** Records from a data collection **

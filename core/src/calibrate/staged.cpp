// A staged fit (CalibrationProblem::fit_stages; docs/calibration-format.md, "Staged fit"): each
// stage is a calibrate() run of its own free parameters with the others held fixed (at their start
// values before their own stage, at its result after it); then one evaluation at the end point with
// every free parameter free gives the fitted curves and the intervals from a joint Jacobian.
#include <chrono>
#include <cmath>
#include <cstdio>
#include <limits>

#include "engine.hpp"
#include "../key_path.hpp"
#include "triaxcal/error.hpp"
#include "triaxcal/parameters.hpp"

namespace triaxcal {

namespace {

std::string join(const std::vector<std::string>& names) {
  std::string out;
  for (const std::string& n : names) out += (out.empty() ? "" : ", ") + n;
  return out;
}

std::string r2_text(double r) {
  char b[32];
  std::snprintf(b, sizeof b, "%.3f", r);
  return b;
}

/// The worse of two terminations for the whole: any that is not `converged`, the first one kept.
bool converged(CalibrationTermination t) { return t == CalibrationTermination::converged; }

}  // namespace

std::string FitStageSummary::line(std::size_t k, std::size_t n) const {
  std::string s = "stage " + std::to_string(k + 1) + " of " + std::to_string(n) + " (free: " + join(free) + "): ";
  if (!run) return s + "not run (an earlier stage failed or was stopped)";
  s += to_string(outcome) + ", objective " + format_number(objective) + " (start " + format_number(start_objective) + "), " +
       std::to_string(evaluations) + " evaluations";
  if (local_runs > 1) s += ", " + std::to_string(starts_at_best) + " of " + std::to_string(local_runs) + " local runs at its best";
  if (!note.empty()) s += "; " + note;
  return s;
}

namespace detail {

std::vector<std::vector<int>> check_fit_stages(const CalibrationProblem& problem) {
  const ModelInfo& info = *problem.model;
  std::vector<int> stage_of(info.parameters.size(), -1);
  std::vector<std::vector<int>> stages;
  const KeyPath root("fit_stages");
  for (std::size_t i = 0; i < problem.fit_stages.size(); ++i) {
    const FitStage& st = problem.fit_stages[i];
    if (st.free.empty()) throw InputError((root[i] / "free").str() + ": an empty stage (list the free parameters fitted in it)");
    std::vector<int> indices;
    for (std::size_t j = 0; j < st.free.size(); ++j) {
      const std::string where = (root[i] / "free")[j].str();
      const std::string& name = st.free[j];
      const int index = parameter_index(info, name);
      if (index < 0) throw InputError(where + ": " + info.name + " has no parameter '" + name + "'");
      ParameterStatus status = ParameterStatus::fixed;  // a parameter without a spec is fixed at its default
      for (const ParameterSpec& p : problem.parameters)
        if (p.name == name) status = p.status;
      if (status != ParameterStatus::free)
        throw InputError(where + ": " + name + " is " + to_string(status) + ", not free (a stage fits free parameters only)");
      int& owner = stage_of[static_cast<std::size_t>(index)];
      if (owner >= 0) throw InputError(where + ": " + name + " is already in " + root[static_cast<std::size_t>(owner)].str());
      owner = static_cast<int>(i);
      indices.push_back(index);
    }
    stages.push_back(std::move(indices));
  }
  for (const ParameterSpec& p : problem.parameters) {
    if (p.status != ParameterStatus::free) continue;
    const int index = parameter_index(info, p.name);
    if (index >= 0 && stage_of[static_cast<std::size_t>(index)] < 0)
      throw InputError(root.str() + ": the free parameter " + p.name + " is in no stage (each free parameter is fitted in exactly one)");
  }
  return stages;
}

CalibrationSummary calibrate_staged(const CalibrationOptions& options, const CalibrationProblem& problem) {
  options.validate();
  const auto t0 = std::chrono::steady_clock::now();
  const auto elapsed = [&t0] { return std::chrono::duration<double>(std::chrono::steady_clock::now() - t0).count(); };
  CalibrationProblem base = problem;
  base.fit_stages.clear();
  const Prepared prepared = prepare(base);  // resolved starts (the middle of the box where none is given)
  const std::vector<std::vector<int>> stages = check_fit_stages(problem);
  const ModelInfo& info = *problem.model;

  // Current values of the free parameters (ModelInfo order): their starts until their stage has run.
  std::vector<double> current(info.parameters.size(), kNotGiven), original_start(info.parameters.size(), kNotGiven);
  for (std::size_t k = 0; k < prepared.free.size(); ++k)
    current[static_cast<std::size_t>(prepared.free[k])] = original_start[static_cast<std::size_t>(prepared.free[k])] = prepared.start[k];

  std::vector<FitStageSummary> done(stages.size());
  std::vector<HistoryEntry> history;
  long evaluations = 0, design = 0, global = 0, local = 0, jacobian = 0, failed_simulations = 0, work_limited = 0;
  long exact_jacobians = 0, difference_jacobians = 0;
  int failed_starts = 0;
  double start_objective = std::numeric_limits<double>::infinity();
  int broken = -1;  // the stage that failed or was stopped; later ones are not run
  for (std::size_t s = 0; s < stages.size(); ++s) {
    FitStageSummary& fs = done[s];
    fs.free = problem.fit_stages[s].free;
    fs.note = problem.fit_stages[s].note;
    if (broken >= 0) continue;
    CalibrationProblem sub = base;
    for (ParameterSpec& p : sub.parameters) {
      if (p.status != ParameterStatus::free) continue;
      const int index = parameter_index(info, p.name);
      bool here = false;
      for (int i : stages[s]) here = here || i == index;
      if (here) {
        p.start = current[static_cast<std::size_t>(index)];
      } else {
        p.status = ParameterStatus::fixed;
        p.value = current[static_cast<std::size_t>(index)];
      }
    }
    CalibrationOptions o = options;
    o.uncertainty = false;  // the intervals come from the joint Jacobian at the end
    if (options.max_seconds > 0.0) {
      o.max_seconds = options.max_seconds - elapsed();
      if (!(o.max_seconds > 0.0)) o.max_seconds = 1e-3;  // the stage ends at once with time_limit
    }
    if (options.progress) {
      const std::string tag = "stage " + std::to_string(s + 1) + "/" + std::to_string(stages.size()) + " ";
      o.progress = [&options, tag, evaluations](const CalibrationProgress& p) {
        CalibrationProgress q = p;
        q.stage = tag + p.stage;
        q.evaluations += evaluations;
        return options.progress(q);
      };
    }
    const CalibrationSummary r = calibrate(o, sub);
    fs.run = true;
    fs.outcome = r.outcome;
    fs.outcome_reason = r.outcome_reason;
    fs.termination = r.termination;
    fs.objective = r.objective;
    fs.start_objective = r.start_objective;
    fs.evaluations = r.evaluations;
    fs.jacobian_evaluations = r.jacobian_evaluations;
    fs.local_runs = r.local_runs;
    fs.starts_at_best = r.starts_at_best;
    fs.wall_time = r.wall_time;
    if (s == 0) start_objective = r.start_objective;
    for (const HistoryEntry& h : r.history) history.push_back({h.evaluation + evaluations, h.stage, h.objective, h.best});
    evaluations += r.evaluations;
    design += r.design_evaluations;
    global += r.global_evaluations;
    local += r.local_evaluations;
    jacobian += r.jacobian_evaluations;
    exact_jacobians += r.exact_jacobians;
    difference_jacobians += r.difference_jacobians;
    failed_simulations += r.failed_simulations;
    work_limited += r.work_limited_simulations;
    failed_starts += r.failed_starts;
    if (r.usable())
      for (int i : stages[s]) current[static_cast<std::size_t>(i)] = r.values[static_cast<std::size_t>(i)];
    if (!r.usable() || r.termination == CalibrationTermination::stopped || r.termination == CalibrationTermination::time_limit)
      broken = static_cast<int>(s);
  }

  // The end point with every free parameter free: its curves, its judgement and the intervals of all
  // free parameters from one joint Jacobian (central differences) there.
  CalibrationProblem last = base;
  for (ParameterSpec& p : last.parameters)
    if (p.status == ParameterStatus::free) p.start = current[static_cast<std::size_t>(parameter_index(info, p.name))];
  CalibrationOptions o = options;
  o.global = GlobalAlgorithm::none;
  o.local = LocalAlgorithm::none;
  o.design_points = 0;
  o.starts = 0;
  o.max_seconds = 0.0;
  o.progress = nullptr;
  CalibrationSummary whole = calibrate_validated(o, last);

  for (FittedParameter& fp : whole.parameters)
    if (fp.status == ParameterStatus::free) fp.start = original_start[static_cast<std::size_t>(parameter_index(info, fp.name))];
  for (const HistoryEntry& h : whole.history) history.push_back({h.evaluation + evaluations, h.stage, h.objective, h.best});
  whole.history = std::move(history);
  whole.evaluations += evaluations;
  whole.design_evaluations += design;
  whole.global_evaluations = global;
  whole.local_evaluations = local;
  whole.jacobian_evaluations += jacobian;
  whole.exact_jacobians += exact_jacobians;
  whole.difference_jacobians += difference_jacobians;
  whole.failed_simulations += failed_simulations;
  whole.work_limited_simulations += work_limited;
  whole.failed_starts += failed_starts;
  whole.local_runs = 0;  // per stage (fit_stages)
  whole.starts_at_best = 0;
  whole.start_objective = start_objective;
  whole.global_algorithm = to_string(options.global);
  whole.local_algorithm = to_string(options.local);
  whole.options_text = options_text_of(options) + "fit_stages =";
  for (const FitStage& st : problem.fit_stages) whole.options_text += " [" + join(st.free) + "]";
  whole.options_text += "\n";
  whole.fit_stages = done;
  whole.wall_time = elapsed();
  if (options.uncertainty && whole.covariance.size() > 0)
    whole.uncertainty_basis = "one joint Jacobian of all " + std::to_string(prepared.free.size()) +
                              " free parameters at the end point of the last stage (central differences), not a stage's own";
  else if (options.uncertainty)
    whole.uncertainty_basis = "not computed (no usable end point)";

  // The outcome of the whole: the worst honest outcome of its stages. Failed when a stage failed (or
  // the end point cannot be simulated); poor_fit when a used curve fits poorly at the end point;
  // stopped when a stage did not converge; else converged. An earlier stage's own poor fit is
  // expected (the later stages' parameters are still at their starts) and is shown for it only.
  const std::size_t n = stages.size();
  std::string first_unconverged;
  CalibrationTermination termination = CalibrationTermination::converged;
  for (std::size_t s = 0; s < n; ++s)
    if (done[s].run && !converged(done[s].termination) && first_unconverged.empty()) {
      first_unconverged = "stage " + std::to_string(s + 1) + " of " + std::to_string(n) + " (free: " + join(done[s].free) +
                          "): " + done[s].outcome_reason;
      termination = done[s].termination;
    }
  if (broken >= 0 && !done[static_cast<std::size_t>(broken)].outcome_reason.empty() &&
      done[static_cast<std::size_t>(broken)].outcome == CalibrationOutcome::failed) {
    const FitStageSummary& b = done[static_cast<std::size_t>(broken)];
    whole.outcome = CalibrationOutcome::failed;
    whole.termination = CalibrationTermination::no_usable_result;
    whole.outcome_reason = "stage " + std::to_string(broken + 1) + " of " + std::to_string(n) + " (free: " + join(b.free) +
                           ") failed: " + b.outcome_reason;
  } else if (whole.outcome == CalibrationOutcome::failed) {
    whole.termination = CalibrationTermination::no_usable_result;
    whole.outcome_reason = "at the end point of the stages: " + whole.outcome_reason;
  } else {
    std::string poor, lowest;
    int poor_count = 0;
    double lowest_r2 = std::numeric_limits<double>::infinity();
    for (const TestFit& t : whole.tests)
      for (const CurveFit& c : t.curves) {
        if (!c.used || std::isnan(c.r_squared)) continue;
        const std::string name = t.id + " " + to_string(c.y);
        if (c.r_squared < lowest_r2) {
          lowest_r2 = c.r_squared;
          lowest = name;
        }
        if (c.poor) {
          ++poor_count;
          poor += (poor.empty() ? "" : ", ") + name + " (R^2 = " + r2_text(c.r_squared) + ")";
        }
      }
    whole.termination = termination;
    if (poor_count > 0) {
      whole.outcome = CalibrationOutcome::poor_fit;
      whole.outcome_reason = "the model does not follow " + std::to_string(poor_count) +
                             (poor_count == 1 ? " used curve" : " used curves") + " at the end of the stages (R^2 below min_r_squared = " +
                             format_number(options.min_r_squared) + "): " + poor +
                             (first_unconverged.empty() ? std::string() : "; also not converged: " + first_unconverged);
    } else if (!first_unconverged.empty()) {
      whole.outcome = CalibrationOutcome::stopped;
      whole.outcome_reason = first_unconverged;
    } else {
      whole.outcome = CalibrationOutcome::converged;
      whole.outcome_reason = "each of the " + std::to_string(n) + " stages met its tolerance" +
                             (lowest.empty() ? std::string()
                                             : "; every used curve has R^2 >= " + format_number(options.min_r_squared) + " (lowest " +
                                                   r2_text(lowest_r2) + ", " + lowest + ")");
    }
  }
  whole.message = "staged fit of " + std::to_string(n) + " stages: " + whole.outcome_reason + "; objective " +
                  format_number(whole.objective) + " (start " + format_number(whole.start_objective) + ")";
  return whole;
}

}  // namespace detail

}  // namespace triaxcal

** Exercise directions **
Wherever the line holding "o.global = GlobalAlgorithm::none;" falls in the entries above, copy exactly from it through the line holding "for (FittedParameter& fp", inclusive, and add nothing.

** Task response **
  o.global = GlobalAlgorithm::none;
  o.local = LocalAlgorithm::none;
  o.design_points = 0;
  o.starts = 0;
  o.max_seconds = 0.0;
  o.progress = nullptr;
  CalibrationSummary whole = calibrate_validated(o, last);

  for (FittedParameter& fp : whole.parameters)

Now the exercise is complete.